In a bid to prevent "abuse" of the tax avoidance treaty, India today signed with Mauritius an amendment to the pact to get rights to tax capital gains on shares of Indian company sold after April 1, 2017.
With the signing of the amendment to the Double Taxation Avoidance Convention (DTAC) with Mauritius, sale of shares of an Indian resident company will be taxed at 50 per cent of the applicable rate between April 1, 2017, to March 31, 2019.
Full capital gains tax will apply from April 1, 2019.
"The Protocol will tackle the long pending issues of treaty abuse and round tripping of funds attributed to the India-Mauritius treaty, curb revenue loss, prevent double non-taxation, streamline the flow of investment and stimulate the flow of exchange of information between India and Mauritius," a finance ministry statement said.

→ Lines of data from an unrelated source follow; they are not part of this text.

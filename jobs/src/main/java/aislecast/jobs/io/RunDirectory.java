package aislecast.jobs.io;

import aislecast.jobs.config.RunFailure;
import com.fasterxml.jackson.databind.JsonNode;
import java.io.IOException;
import java.util.ArrayList;
import java.util.List;
import java.util.UUID;
import java.util.regex.Pattern;
import org.apache.hadoop.fs.FileSystem;
import org.apache.hadoop.fs.Path;
import org.apache.spark.sql.SparkSession;

/**
 * A run folder {@code <output>/<run_id>} that appears whole or not at all: everything is written
 * under a hidden staging folder {@code <output>/.staging-<run_id>-<nonce>} (Spark and SQL engines
 * skip names starting with '.'), which {@link #commit()} renames into place in one step.
 *
 * <p>Reruns (DESIGN section 8): when the run folder exists already, its {@code run.json} is
 * compared with this run's {@link RunIdentity}. The same inputs, configuration and seed mean
 * there is nothing to do ({@link #identicalExists()}); anything else is refused (exit 2) unless
 * {@code replace} is set. A replacement is written to staging like any run; {@link #commit()}
 * then moves the old folder aside to {@code <output>/.replaced-<run_id>}, renames staging into
 * place and deletes the old folder. If the second rename fails the old folder is moved back; if
 * the process dies between the two renames, the next run of that id moves it back before doing
 * anything else. Readers see the old folder, briefly none, or the new one; never a mix. Two
 * processes writing the same run id at once are not supported.
 */
public final class RunDirectory {

  private static final Pattern RUN_ID = Pattern.compile("[A-Za-z0-9][A-Za-z0-9._-]*");

  /** Test hook: runs between moving the old folder aside and renaming staging into place. */
  static volatile Runnable betweenMoves = () -> { };

  private final FileSystem fs;
  private final Path staging;
  private final Path target;
  private final Path aside;
  private final boolean replace;
  private final JsonNode existing;
  private final List<String> notes;
  private boolean done;

  private RunDirectory(FileSystem fs, Path staging, Path target, Path aside, boolean replace,
      JsonNode existing, List<String> notes) {
    this.fs = fs;
    this.staging = staging;
    this.target = target;
    this.aside = aside;
    this.replace = replace;
    this.existing = existing;
    this.notes = notes;
    this.done = staging == null;
  }

  /**
   * Opens run {@code runId} under {@code outputRoot}: an identical existing run (nothing to do),
   * or a new staging folder.
   *
   * @param replace replace an existing run folder that differs from {@code identity}
   * @throws RunFailure exit 2 if the run id is not a plain folder name, or the run exists with
   *     other inputs, configuration or seed and {@code replace} is not set
   */
  public static RunDirectory create(SparkSession spark, String outputRoot, String runId,
      RunIdentity identity, boolean replace) {
    Path root = new Path(outputRoot);
    try {
      FileSystem fs = root.getFileSystem(spark.sparkContext().hadoopConfiguration());
      return create(fs, root, runId, identity, replace);
    } catch (IOException e) {
      throw new RunFailure(
          RunFailure.OTHER, "cannot prepare output folder " + outputRoot + ": " + e.getMessage(), e);
    }
  }

  static RunDirectory create(FileSystem fs, Path root, String runId, RunIdentity identity,
      boolean replace) throws IOException {
    if (!RUN_ID.matcher(runId).matches()) {
      throw new RunFailure(
          RunFailure.BAD_INPUT,
          "run id '" + runId + "' must be a plain folder name (letters, digits, '.', '_', '-')");
    }
    Path target = new Path(root, runId);
    Path aside = new Path(root, ".replaced-" + runId);
    List<String> notes = new ArrayList<>();
    recoverInterruptedReplace(fs, target, aside, notes);
    if (fs.exists(target) && !replace) {
      JsonNode stored;
      try {
        stored = RunJson.read(fs, new Path(target, RunJson.FILE));
      } catch (IOException e) {
        stored = null;
      }
      List<String> diffs = stored == null
          ? List.of("it has no readable " + RunJson.FILE)
          : identity.differences(stored);
      if (diffs.isEmpty()) {
        return new RunDirectory(fs, null, target, aside, false, stored, notes);
      }
      throw new RunFailure(RunFailure.BAD_INPUT, "run folder " + target + " already exists and"
          + " is not this run: " + String.join("; ", diffs) + ". Pass --replace to replace it"
          + " (the old folder stays until the new run is complete), or choose another --run-id");
    }
    Path staging = new Path(root, ".staging-" + runId + "-" + UUID.randomUUID());
    if (!fs.mkdirs(staging)) {
      throw new RunFailure(RunFailure.OTHER, "cannot create staging folder " + staging);
    }
    return new RunDirectory(fs, staging, target, aside, replace, null, notes);
  }

  /**
   * Finishes a replacement a dead process left between its two renames: the old folder moved
   * aside and no new one in place means the old one goes back; both present means the new one
   * was published and the old copy is stale.
   */
  private static void recoverInterruptedReplace(FileSystem fs, Path target, Path aside,
      List<String> notes) throws IOException {
    if (!fs.exists(aside)) {
      return;
    }
    if (fs.exists(target)) {
      fs.delete(aside, true);
      notes.add("removed " + aside + ", left over from a finished replacement");
    } else if (fs.rename(aside, target)) {
      notes.add("restored " + target + " from " + aside + " (an earlier --replace was"
          + " interrupted)");
    } else {
      throw new RunFailure(RunFailure.OTHER, "an earlier --replace of " + target + " was"
          + " interrupted and the old run folder is at " + aside + "; move it back by hand");
    }
  }

  /** True when the run folder exists with the same identity: the caller has nothing to do. */
  public boolean identicalExists() {
    return existing != null;
  }

  /** The existing run's run.json (only when {@link #identicalExists()}). */
  public JsonNode existing() {
    return existing;
  }

  /** What opening the folder repaired, for the log (usually empty). */
  public List<String> notes() {
    return notes;
  }

  /** Where to write now (the staging folder), as a path string Spark understands. */
  public String staging() {
    if (staging == null) {
      throw new IllegalStateException("an identical run exists; there is nothing to write");
    }
    return staging.toString();
  }

  /** Where the run will be visible after {@link #commit()} (absolute path for local files). */
  public String target() {
    Path q = fs.makeQualified(target);
    return "file".equals(q.toUri().getScheme()) ? q.toUri().getPath() : q.toString();
  }

  /** Renames staging into place, replacing the old folder when this run was opened to. */
  public void commit() {
    if (staging == null) {
      throw new IllegalStateException("an identical run exists; there is nothing to commit");
    }
    try {
      boolean hadOld = fs.exists(target);
      if (hadOld && !replace) {
        throw new RunFailure(
            RunFailure.BAD_INPUT, "run folder " + target + " appeared while this run was writing");
      }
      if (hadOld) {
        if (fs.exists(aside)) {
          throw new RunFailure(RunFailure.OTHER, aside + " exists: is another --replace of this"
              + " run id running?");
        }
        if (!fs.rename(target, aside)) {
          throw new RunFailure(RunFailure.OTHER, "cannot move " + target + " aside to " + aside);
        }
      }
      try {
        betweenMoves.run();
        if (!fs.rename(staging, target)) {
          throw new RunFailure(RunFailure.OTHER, "cannot rename " + staging + " to " + target);
        }
      } catch (IOException | RuntimeException e) {
        if (hadOld && !fs.exists(target) && !fs.rename(aside, target)) {
          e.addSuppressed(new IOException("the old run folder is at " + aside
              + "; the next run of this id moves it back"));
        }
        throw e;
      }
      done = true;
      if (hadOld) {
        try {
          fs.delete(aside, true);
        } catch (IOException e) {
          // a hidden stale copy is harmless; the next run of this id removes it
        }
      }
    } catch (IOException e) {
      throw new RunFailure(
          RunFailure.OTHER, "cannot publish run folder " + target + ": " + e.getMessage(), e);
    }
  }

  /** Deletes the staging folder unless committed; safe to call more than once. */
  public void abort() {
    if (done) {
      return;
    }
    done = true;
    try {
      fs.delete(staging, true);
    } catch (IOException e) {
      // Leaving a hidden staging folder behind is harmless; the original failure matters more.
    }
  }
}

India had in 1983 signed a Double Taxation Avoidance Treaty with the island nation of just 1.3 million people which had become one of the biggest single source of foreign direct investment into India.
New Delhi had often complained about the deal's terms as a chunk of the funds were not real foreign investment but Indians routing cash through the island to avoid domestic taxes, a practice known as "round tripping".
And today an amendment to DTAC was signed in a bid to ensure that firms in Mauritius that invest in India are not just 'shell' companies who could earlier avoid paying capital gains tax in India. The DTAC till now provided that capital gains on sale of assets in India by companies registered in Mauritius can only be taxed in Mauritius. While short-term capital gains are taxed at 10 per cent in India, they are exempt in Mauritius. So, such companies escape paying taxes in both countries.
The Protocol for amendment of the Convention for the avoidance of double taxation and the prevention of fiscal evasion with respect to taxes on income and capital gains between India and Mauritius was signed at Port Louis, Mauritius today.